Inside Social Scientists’ New Data Dilemma
Sociologist, dean and professor at New York University, Dalton Conley is one of a growing group of social scientists now pushing large, for-profit companies that collect social information to share it with social scientists for the purposes of research.
Conley and several of his colleagues recently penned a joint opinion piece in The Chronicle of Higher Education in which they criticize social media companies for collecting historic amounts of social data, only to legally maintain these data behind proprietary firewalls. He discussed these issues — and their possible resolution — in depth with EdTech: Focus on Higher Education Managing Editor Tara E. Buck.
EDTECH: You are part of a group that has called for companies to open their data to social scientists for research purposes. Why is this so important?
CONLEY: We freely give these Internet companies an incredible amount of social information that they keep in silos, releasing only to those they see fit. Given that they have become near monopolies on social life, there is room for regulation that would require them to take part in some sort of de-identifying, data-sharing mechanism in the name of the public good.

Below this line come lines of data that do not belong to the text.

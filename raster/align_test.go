package raster

import (
	"errors"
	"fmt"
	"math"
	"path/filepath"
	"strings"
	"testing"

	"github.com/airbusgeo/godal"

	"bandfold/tiles"
)

// ramp is smooth test data defined on the ground: a plane in UTM 33N
// eastings and northings, so bilinear resampling reproduces it exactly
// wherever the kernel sees only valid pixels.
func ramp(e, n float64) float64 { return (e-499000)/30 + 2*(n-4600000)/30 }

// readGrid reads band 1 of path through Open and a Reader, as bandfold's
// workers do.
func readGrid(t *testing.T, path string, g Grid) ([]float64, []bool) {
	t.Helper()
	s, err := Open([]string{path})
	if err != nil {
		t.Fatal(err)
	}
	if err := g.Compare(s.Grid); err != nil {
		t.Fatalf("aligned grid: %v", err)
	}
	r, err := s.NewReader()
	if err != nil {
		t.Fatal(err)
	}
	defer r.Close()
	tl := tiles.Tile{W: g.Width, H: g.Height}
	dst, valid := make([]float64, tl.Pixels()*s.Len()), make([]bool, tl.Pixels())
	if _, err := r.Read(tl, dst, valid); err != nil {
		t.Fatal(err)
	}
	return dst, valid
}

func TestAlignTo(t *testing.T) {
	dir := t.TempDir()
	// Target: UTM 33N, 40 x 30 pixels of 30 m.
	target := testGrid(t, utm33, 40, 30, [6]float64{499000, 30, 0, 4601000, 0, -30})
	centre := func(c, r int) (float64, float64) { return applyGT(target.GeoTransform, float64(c)+0.5, float64(r)+0.5) }

	// Source 1: UTM 33N, shifted by half a pixel, without nodata, ending
	// at easting 500035 (target column 34 of 40).
	shifted := defaultRaster()
	shifted.w, shifted.h, shifted.bands = 34, 32, 1
	shifted.gt = [6]float64{499015, 30, 0, 4601015, 0, -30}
	shifted.values = func(x, y, _ int) float64 {
		e, n := applyGT(shifted.gt, float64(x)+0.5, float64(y)+0.5)
		return ramp(e, n)
	}
	// Source 2: EPSG:4326, pixels of 0.0004° x 0.0003° (about 34 m x 33 m,
	// so bilinear upsamples with a one-pixel kernel), with a nodata collar
	// (-9999) on its western 12 columns. Values are the ramp at the ground
	// position of each pixel centre.
	xs, ys := []float64{498900, 500300}, []float64{4601100, 4599900}
	reproject(t, utm33, 4326, xs, ys)
	const dLon, dLat, collar = 0.0004, 0.0003, 12
	geo := defaultRaster()
	geo.epsg, geo.bands = 4326, 1
	geo.gt = [6]float64{xs[0] + 0.37*dLon, dLon, 0, ys[0] + 0.37*dLat, 0, -dLat}
	geo.w, geo.h = int((xs[1]-geo.gt[0])/dLon)+2, int((geo.gt[3]-ys[1])/dLat)+2
	nd := -9999.0
	geo.nodata = &nd
	geoValues := make([]float64, geo.w*geo.h)
	{
		lon, lat := make([]float64, len(geoValues)), make([]float64, len(geoValues))
		for i := range lon {
			lon[i], lat[i] = applyGT(geo.gt, float64(i%geo.w)+0.5, float64(i/geo.w)+0.5)
		}
		reproject(t, 4326, utm33, lon, lat)
		for i := range geoValues {
			geoValues[i] = ramp(lon[i], lat[i])
			if i%geo.w < collar {
				geoValues[i] = nd
			}
		}
	}
	geo.values = func(x, y, _ int) float64 { return geoValues[y*geo.w+x] }

	// srcCol returns the source column (pixel-edge coordinates) under the
	// centre of target pixel (c, r).
	geoCol := func(c, r int) float64 {
		e, n := centre(c, r)
		lon, lat := []float64{e}, []float64{n}
		reproject(t, utm33, 4326, lon, lat)
		return (lon[0] - geo.gt[0]) / dLon
	}
	tests := []struct {
		name string
		src  testRaster
		// where says whether target pixel (c, r) must be invalid, must be
		// the ramp, or may be either (its kernel straddles an edge; then
		// it must still be near the ramp, never blended with nodata).
		where func(c, r int) (mustInvalid, mustValid bool)
		// tol bounds |value - ramp| of pixels that must be valid.
		tol float64
	}{
		{"UTM half-pixel shift, no nodata", shifted, func(c, r int) (bool, bool) {
			// The source starts half a pixel east: the centre of target
			// column c lies on source column edge c.
			col := float64(c)
			return col > 34.6, col < 33.4 && c > 0
		}, 1e-3},
		{"EPSG:4326 with a nodata collar", geo, func(c, r int) (bool, bool) {
			col := geoCol(c, r)
			return col < collar-0.6, col > collar+0.6
		}, 0.05},
	}
	for i, tc := range tests {
		t.Run(tc.name, func(t *testing.T) {
			path := tc.src.write(t, filepath.Join(dir, fmt.Sprintf("source%d.tif", i)))
			vrt, cleanup, err := AlignTo(path, target, "bilinear")
			if err != nil {
				t.Fatal(err)
			}
			if !strings.HasPrefix(vrt, "/vsimem/") {
				t.Errorf("VRT %s is not in /vsimem/", vrt)
			}
			got, valid := readGrid(t, vrt, target)
			var invalid, exact int
			for r := range target.Height {
				for c := range target.Width {
					i := r*target.Width + c
					mustInvalid, mustValid := tc.where(c, r)
					want := ramp(centre(c, r))
					switch {
					case mustInvalid && valid[i]:
						t.Fatalf("pixel (%d,%d) = %g, want invalid", c, r, got[i])
					case mustValid && (!valid[i] || math.Abs(got[i]-want) > tc.tol):
						t.Fatalf("pixel (%d,%d) = %g (valid %v), want %g", c, r, got[i], valid[i], want)
					case valid[i] && math.Abs(got[i]-want) > 3:
						t.Fatalf("edge pixel (%d,%d) = %g, want near %g: nodata or the outside blended in", c, r, got[i], want)
					}
					if mustInvalid {
						invalid++
					} else if mustValid {
						exact++
					}
				}
			}
			if invalid == 0 || exact == 0 {
				t.Errorf("%d pixels must be invalid and %d valid: the test checks nothing", invalid, exact)
			}
			// A second opener sees the same VRT; after cleanup it is gone.
			readGrid(t, vrt, target)
			cleanup()
			if _, err := Open([]string{vrt}); err == nil {
				t.Errorf("%s still opens after cleanup", vrt)
			}
		})
	}
}

func TestAlignToRefuses(t *testing.T) {
	dir := t.TempDir()
	path := defaultRaster().write(t, filepath.Join(dir, "src.tif"))
	noCRS := defaultRaster()
	noCRS.epsg = 0
	bare := noCRS.write(t, filepath.Join(dir, "bare.tif"))
	good := testGrid(t, utm33, 10, 10, [6]float64{500000, 10, 0, 4600000, 0, -10})
	rotated, southUp, noGT := good, good, good
	rotated.GeoTransform[2] = 0.5
	southUp.GeoTransform[5] = 10
	noGT.HasGeoTransform = false
	tests := []struct {
		name, path string
		g          Grid
		want       string
		is         error
	}{
		{"rotated", path, rotated, "rotated", nil},
		{"south-up", path, southUp, "not north-up", nil},
		{"no geotransform", path, noGT, "no geotransform", nil},
		{"source without CRS", bare, good, "no CRS", nil},
		{"missing", filepath.Join(dir, "missing.tif"), good, "missing.tif", ErrNotFound},
		{"bad resampling", path, good, "src.tif", nil},
	}
	for _, tc := range tests {
		r := "bilinear"
		if tc.name == "bad resampling" {
			r = "wobbly"
		}
		_, _, err := AlignTo(tc.path, tc.g, r)
		if err == nil || !strings.Contains(err.Error(), tc.want) || !strings.Contains(err.Error(), filepath.Base(tc.path)) ||
			strings.Contains(err.Error(), "\n") || (tc.is != nil && !errors.Is(err, tc.is)) {
			t.Errorf("%s: got %v, want a one-line error naming the file and %q", tc.name, err, tc.want)
		}
	}
}

// TestAlignToKeepsIntegerNodata checks that a source whose bands all have
// nodata keeps its type and nodata value.
func TestAlignToKeepsIntegerNodata(t *testing.T) {
	r := defaultRaster()
	r.dtype, r.bands = godal.UInt16, 2
	nd := 0.0
	r.nodata = &nd
	path := r.write(t, filepath.Join(t.TempDir(), "u16.tif"))
	// The target grid reaches 5 pixels east of the source.
	g := testGrid(t, utm33, r.w+5, r.h, r.gt)
	vrt, cleanup, err := AlignTo(path, g, "nearest")
	if err != nil {
		t.Fatal(err)
	}
	defer cleanup()
	s, err := Open([]string{vrt})
	if err != nil {
		t.Fatal(err)
	}
	for _, b := range s.Bands {
		if b.DataType != "UInt16" || b.NoData == nil || *b.NoData != 0 {
			t.Errorf("band %s: %s, nodata %v; want UInt16, nodata 0", b.Name, b.DataType, b.NoData)
		}
	}
	got, valid := readGrid(t, vrt, g)
	for y := range g.Height {
		for x := range g.Width {
			i := y*g.Width + x
			if x >= r.w {
				if valid[i] {
					t.Fatalf("pixel (%d,%d) outside the source is valid", x, y)
				}
				continue
			}
			if want := r.values(x, y, 0); (want != 0) != valid[i] || (valid[i] && got[2*i] != want) {
				t.Fatalf("pixel (%d,%d) = %g (valid %v), want %g", x, y, got[2*i], valid[i], want)
			}
		}
	}
}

We have the tools to analyze these data, but we did not create these platforms where people are voluntarily pouring their data. All we are saying is, please let us in.
EDTECH: Do you have any thoughts on how something like that would be structured?
CONLEY: One solution is to create an infrastructure that allows researchers to request data samples for specific hypotheses. Researchers would apply to receive access to de-identified data, just as they do now with government entities such as the IRS.
Researchers are accustomed to working with restricted data sets, so gaining access to the huge samples available on places like Facebook or Twitter would be great.
EDTECH: These companies already are under pressure from the government to share data for national security purposes. Why would they bend to the social sciences?
CONLEY: We definitely don’t have a kind of intimidating presence that the NSA has. We are talking about transparency and openness and the sharing of data, not using data in ways that will make people feel uncomfortable.
Just like Bell Telephone was too big and was broken up, when you are the size of many of these social networks, you exit the realm of the free market. You now are in the realm of monopoly, where in order to maintain your size, you need to begin to cut some deals with society, with the government, and I think this could be one of them.
EDTECH: Is there any worry that social science as a data-driven discipline is in jeopardy?
CONLEY: In my worst fear, yes, but that’s not to say it’s something that is highly possible. It is something I think about. The fear is that, given how people communicate today with technology, if you are not on the inside — if you don’t have access to these data — then you are shut out. In the future, it’s not going to be seen as acceptable science to survey even 300 people. It’s going to be considered biased and too small a sample size compared with the billions of data points available through something like Facebook messaging.
That’s a universe that covers nearly everyone between the ages of 18 and 35 in North America, so the way we previously gathered information will become irrelevant.
To the extent that these for-profit private entities are not regulated in terms of data sharing requirements, the reality is that if you are not on the inside you are not going to be able to research. That’s what I worry about.
EDTECH: How do you see your group’s work moving forward?
CONLEY: We hope to show examples of productive new forms of data linkage and collection that produce social science results that would not have been achieved without access to these data.
We hear their concerns about sharing data and what their motivations would or would not be, but I think we have some stuff to offer them. There has been a causal revolution in social sciences over the past 30 years that gets beyond correlations; we understand how to estimate cause and effect in observational data without formal experiments.
That kind of work has not completely penetrated the Big Data computer science world, so I think there is room on both sides to learn from one another, for the betterment of everyone.